Beate Köstlin wurde 1919 in Ostpreußen geboren. Der Vater war Landwirt, die Mutter Ärztin. Das junge Mädchen war weltoffen, musikalisch und sportbegeistert. Mit 16 ging sie ein Jahr nach England als Au-pair. Ihr Abitur legte sie in der Odenwaldschule ab. Dort wurde sie auch hessische Meisterin im Speerwurf. Mit 17 nahm sie ihre erste Flugstunde in Berlin. Sie flog auf Heinkel, Klemm und Focke-Wulf und legte an ihrem 18. Geburtstag nach einem Soloflug ihre Flugzeugführerprüfung ab. Mit 20 heiratete sie einen ihrer Fluglehrer.
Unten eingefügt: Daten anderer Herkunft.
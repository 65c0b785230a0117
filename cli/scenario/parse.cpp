// SPDX-License-Identifier: GPL-3.0-or-later
// Scenario reader: YAML text → Scenario, with every mistake reported as
// "FILE:LINE:COL: key 'a.b.c': problem (hint)". The format is docs/scenario-format.md.
#include <yaml-cpp/yaml.h>

#include <algorithm>
#include <cmath>
#include <cstdio>
#include <fstream>
#include <limits>
#include <map>
#include <numbers>
#include <optional>
#include <sstream>
#include <string>
#include <string_view>
#include <vector>

#include "cli/errors.hpp"
#include "cli/scenario/catalogue.hpp"
#include "cli/scenario/scenario.hpp"
#include "cli/scenario/psd_table.hpp"
#include "cli/scenario/sha256.hpp"
#include "cli/scenario/suggest.hpp"

namespace voidsign::cli {
namespace {

namespace fs = std::filesystem;
using Strings = std::vector<std::string>;

std::string num(double v) {
  char buf[40];
  std::snprintf(buf, sizeof buf, "%g", v);
  return buf;
}

// ---------------------------------------------------------------------------------------------
// Messages

struct Ctx {
  std::string file;                        // as given, for messages
  std::vector<std::string>* warnings = nullptr;
};

std::string prefix(const Ctx& c, const YAML::Mark& m, const std::string& path) {
  std::string s = c.file;
  if (m.line >= 0) s += ":" + std::to_string(m.line + 1) + ":" + std::to_string(m.column + 1);
  s += ": ";
  if (!path.empty()) s += "key '" + path + "': ";
  return s;
}

[[noreturn]] void fail_at(const Ctx& c, const YAML::Mark& m, const std::string& path,
                          const std::string& problem) {
  throw InputError(prefix(c, m, path) + problem);
}

void warn_at(const Ctx& c, const YAML::Mark& m, const std::string& path,
             const std::string& problem) {
  c.warnings->push_back(prefix(c, m, path) + problem);
}

std::string join(const std::string& parent, const std::string& key) {
  return parent.empty() ? key : parent + "." + key;
}

std::string with_hint(const std::string& problem, const std::string& hint) {
  return hint.empty() ? problem : problem + " (" + hint + ")";
}

std::string describe(const YAML::Node& n) {
  switch (n.Type()) {
    case YAML::NodeType::Map: return "a mapping";
    case YAML::NodeType::Sequence: return "a list";
    case YAML::NodeType::Scalar:
      return (n.Tag() == "!" ? "the quoted text '" : "the value '") + n.Scalar() + "'";
    default: return "no value";
  }
}

// A plain (unquoted) scalar that reads as a finite or infinite number.
bool read_number(const YAML::Node& n, double& out) {
  if (!n.IsScalar() || n.Tag() == "!") return false;
  return YAML::convert<double>::decode(n, out);
}

// ---------------------------------------------------------------------------------------------
// Typed access to the YAML tree with key paths and positions

class Map;

/// One value of the tree: the node, its key path and where its key (or list item) starts.
struct Field {
  const Ctx* ctx = nullptr;
  YAML::Node node;
  std::string path;
  YAML::Mark key_mark;

  // Points at the value itself, except for an empty value, whose mark yaml-cpp puts at the
  // next token: then the key is the better place.
  YAML::Mark mark() const {
    if (node.IsNull() || node.Mark().line < 0) return key_mark;
    return node.Mark();
  }
  [[noreturn]] void fail(const std::string& problem) const {
    fail_at(*ctx, mark(), path, problem);
  }
  void warn(const std::string& problem) const { warn_at(*ctx, mark(), path, problem); }
  SourceLoc loc() const { return {mark().line + 1, mark().column + 1, path}; }

  double number() const {
    double v = 0;
    if (!read_number(node, v)) {
      if (node.IsScalar() && node.Tag() == "!" && YAML::convert<double>::decode(node, v))
        fail("expected a number, found " + describe(node) + " (remove the quotes)");
      fail("expected a number, found " + describe(node));
    }
    if (!std::isfinite(v)) fail("expected a finite number, found " + describe(node));
    return v;
  }
  double positive() const {
    const double v = number();
    if (!(v > 0)) fail("must be greater than 0, got " + num(v));
    return v;
  }
  double non_negative() const {
    const double v = number();
    if (v < 0) fail("must be 0 or more, got " + num(v));
    return v;
  }
  int whole() const {
    const double v = number();
    if (v != std::floor(v) || std::abs(v) > 1e9) fail("expected a whole number, got " + num(v));
    return static_cast<int>(v);
  }
  std::string text() const {
    if (!node.IsScalar()) fail("expected a text value, found " + describe(node));
    return node.Scalar();
  }
  /// One word out of `choices`; `what` names it in the message ("shape").
  std::string choice(const Strings& choices, const std::string& what) const {
    if (!node.IsScalar())
      fail("expected " + what + " (one of: " + list_words(choices) + "), found " +
           describe(node));
    const std::string w = node.Scalar();
    if (std::find(choices.begin(), choices.end(), w) == choices.end())
      fail(with_hint("unknown " + what + " '" + w + "'", suggestion_hint(w, choices)));
    return w;
  }
  std::vector<Field> list() const {
    if (!node.IsSequence()) fail("expected a list, found " + describe(node));
    std::vector<Field> items;
    std::size_t i = 0;
    for (const auto& item : node) {
      const YAML::Mark m = item.Mark().line >= 0 ? item.Mark() : mark();
      items.push_back({ctx, item, join(path, std::to_string(i++)), m});
    }
    return items;
  }
  Map map(bool null_ok = false) const;

  static std::string list_words(const Strings& words) {
    std::string s;
    for (std::size_t i = 0; i < words.size(); ++i) s += (i ? ", " : "") + words[i];
    return s;
  }
};

/// A mapping whose keys are checked against the keys valid at its place.
class Map {
 public:
  Map(const Field& field, bool null_ok) : self_(field) {
    if (field.node.IsNull() && null_ok) return;
    if (!field.node.IsMap()) field.fail("expected a mapping, found " + describe(field.node));
    for (auto it = field.node.begin(); it != field.node.end(); ++it) {
      const YAML::Mark km = it->first.Mark();
      if (!it->first.IsScalar())
        fail_at(*field.ctx, km, field.path,
                "a key must be a single word, found " + describe(it->first));
      const std::string key = it->first.Scalar();
      for (const auto& e : entries_)
        if (e.key == key)
          fail_at(*field.ctx, km, join(field.path, key),
                  "duplicate key (first given at line " + std::to_string(e.field.key_mark.line + 1) +
                      ")");
      entries_.push_back({key, Field{field.ctx, it->second, join(field.path, key), km}});
    }
  }

  /// Rejects any key not in `valid`, naming the nearest valid one.
  void allow(const Strings& valid) const {
    for (const auto& e : entries_)
      if (std::find(valid.begin(), valid.end(), e.key) == valid.end()) {
        const std::string hint =
            valid.empty() ? "no keys are valid here" : suggestion_hint(e.key, valid);
        fail_at(*self_.ctx, e.field.key_mark, e.field.path,
                with_hint("unknown key '" + e.key + "'", hint));
      }
  }
  bool has(std::string_view key) const { return find(key) != nullptr; }
  std::optional<Field> get(std::string_view key) const {
    if (const Field* f = find(key)) return *f;
    return std::nullopt;
  }
  /// The value of a required key; `why` is appended to the message when it is missing.
  Field need(const std::string& key, const std::string& why = "") const {
    if (const Field* f = find(key)) return *f;
    fail_at(*self_.ctx, self_.mark(), join(self_.path, key),
            "required key is missing" + (why.empty() ? "" : " (" + why + ")"));
  }
  const Field& self() const { return self_; }
  std::vector<std::string> keys() const {
    Strings k;
    for (const auto& e : entries_) k.push_back(e.key);
    return k;
  }

 private:
  struct Entry {
    std::string key;
    Field field;
  };
  const Field* find(std::string_view key) const {
    for (const auto& e : entries_)
      if (e.key == key) return &e.field;
    return nullptr;
  }
  Field self_;
  std::vector<Entry> entries_;
};

Map Field::map(bool null_ok) const { return Map(*this, null_ok); }

// ---------------------------------------------------------------------------------------------
// Void geometry in the x–z plane (z up, z = -depth)

struct Pt {
  double x, z;
};

Pt operator-(Pt a, Pt b) { return {a.x - b.x, a.z - b.z}; }
double cross(Pt a, Pt b) { return a.x * b.z - a.z * b.x; }
double dot(Pt a, Pt b) { return a.x * b.x + a.z * b.z; }

struct Box {
  double x_min, x_max, z_min, z_max;
};

struct Shape {
  Void::Shape kind;
  Pt c{0, 0};
  double r = 0, a = 0, b = 0, w = 0, h = 0;
  double cos_t = 1, sin_t = 0;
  std::vector<Pt> pts;

  // Coordinates in the shape's own axes (rotation by -angle).
  Pt local(Pt p) const {
    const Pt d = p - c;
    return {d.x * cos_t + d.z * sin_t, -d.x * sin_t + d.z * cos_t};
  }
  Pt global(Pt q) const {
    return {c.x + q.x * cos_t - q.z * sin_t, c.z + q.x * sin_t + q.z * cos_t};
  }
};

Shape shape_of(const Void& v) {
  Shape s;
  s.kind = v.shape;
  s.c = {v.x, -v.depth};
  s.r = v.radius;
  s.a = v.axes[0];
  s.b = v.axes[1];
  s.w = v.width;
  s.h = v.height;
  const double t = v.angle * std::numbers::pi / 180.0;
  s.cos_t = std::cos(t);
  s.sin_t = std::sin(t);
  for (const auto& p : v.points) s.pts.push_back({p[0], -p[1]});
  return s;
}

Box bounding_box(const Shape& s) {
  switch (s.kind) {
    case Void::Shape::circle: return {s.c.x - s.r, s.c.x + s.r, s.c.z - s.r, s.c.z + s.r};
    case Void::Shape::ellipse: {
      // Extreme x and z of a rotated ellipse.
      const double hx = std::hypot(s.a * s.cos_t, s.b * s.sin_t);
      const double hz = std::hypot(s.a * s.sin_t, s.b * s.cos_t);
      return {s.c.x - hx, s.c.x + hx, s.c.z - hz, s.c.z + hz};
    }
    case Void::Shape::rectangle: {
      const double hx = std::abs(s.w / 2 * s.cos_t) + std::abs(s.h / 2 * s.sin_t);
      const double hz = std::abs(s.w / 2 * s.sin_t) + std::abs(s.h / 2 * s.cos_t);
      return {s.c.x - hx, s.c.x + hx, s.c.z - hz, s.c.z + hz};
    }
    case Void::Shape::polygon: break;
    case Void::Shape::sphere:
    case Void::Shape::box:
    case Void::Shape::tunnel: return {s.c.x, s.c.x, s.c.z, s.c.z};  // 3d: see Solid
  }
  Box b{s.pts[0].x, s.pts[0].x, s.pts[0].z, s.pts[0].z};
  for (const Pt& p : s.pts) {
    b.x_min = std::min(b.x_min, p.x);
    b.x_max = std::max(b.x_max, p.x);
    b.z_min = std::min(b.z_min, p.z);
    b.z_max = std::max(b.z_max, p.z);
  }
  return b;
}

double segment_distance(Pt p, Pt a, Pt b) {
  const Pt ab = b - a, ap = p - a;
  const double len2 = dot(ab, ab);
  const double t = len2 > 0 ? std::clamp(dot(ap, ab) / len2, 0.0, 1.0) : 0.0;
  return std::hypot(ap.x - t * ab.x, ap.z - t * ab.z);
}

double outline_distance(const std::vector<Pt>& pts, Pt p) {
  double d = std::numeric_limits<double>::infinity();
  for (std::size_t i = 0; i < pts.size(); ++i)
    d = std::min(d, segment_distance(p, pts[i], pts[(i + 1) % pts.size()]));
  return d;
}

/// Inside or on the outline, within `tol` metres (a relative tolerance for the curved shapes).
bool contains(const Shape& s, Pt p, double tol) {
  const Pt q = s.local(p);
  switch (s.kind) {
    case Void::Shape::circle: return std::hypot(q.x, q.z) <= s.r + tol;
    case Void::Shape::ellipse: {
      const double ra = q.x / (s.a + tol), rb = q.z / (s.b + tol);
      return ra * ra + rb * rb <= 1.0;
    }
    case Void::Shape::rectangle:
      return std::abs(q.x) <= s.w / 2 + tol && std::abs(q.z) <= s.h / 2 + tol;
    case Void::Shape::polygon: break;
    case Void::Shape::sphere:
    case Void::Shape::box:
    case Void::Shape::tunnel: return false;  // 3d: see Solid
  }
  bool inside = false;  // even-odd ray casting along +x
  const auto& v = s.pts;
  for (std::size_t i = 0, j = v.size() - 1; i < v.size(); j = i++) {
    if ((v[i].z > p.z) != (v[j].z > p.z)) {
      const double xc = v[j].x + (p.z - v[j].z) * (v[i].x - v[j].x) / (v[i].z - v[j].z);
      if (p.x < xc) inside = !inside;
    }
  }
  return inside || outline_distance(v, p) <= tol;
}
Zwischendurch arbeitete sie als Praktikantin bei Bücker Flugzeugbau, durchlief alle Abteilungen und bekam so ein intensives Wissen über alle technischen und aerodynamischen Zusammenhänge eines Flugzeugs. Sie erweiterte ihren Flugschein um die Kunstflugberechtigung. Sie gewann mehrere Luftrennen und Flugwettbewerbe. Bücker stellte sie als Werkspilotin ein. Sie überführte neue und reparierte Flugzeuge von Deutschland nach Ungarn. Sie wirkte in mehreren Filmen als Pilotin mit. Es blieb nicht aus, dass sie während des Kriegs Flugzeuge an die Front bringen musste, um dann beschädigte Maschinen ins Reparaturwerk nach Strausberg zu fliegen. Beate Köstlin war eine Frau, die sich in der Männerwelt behauptete.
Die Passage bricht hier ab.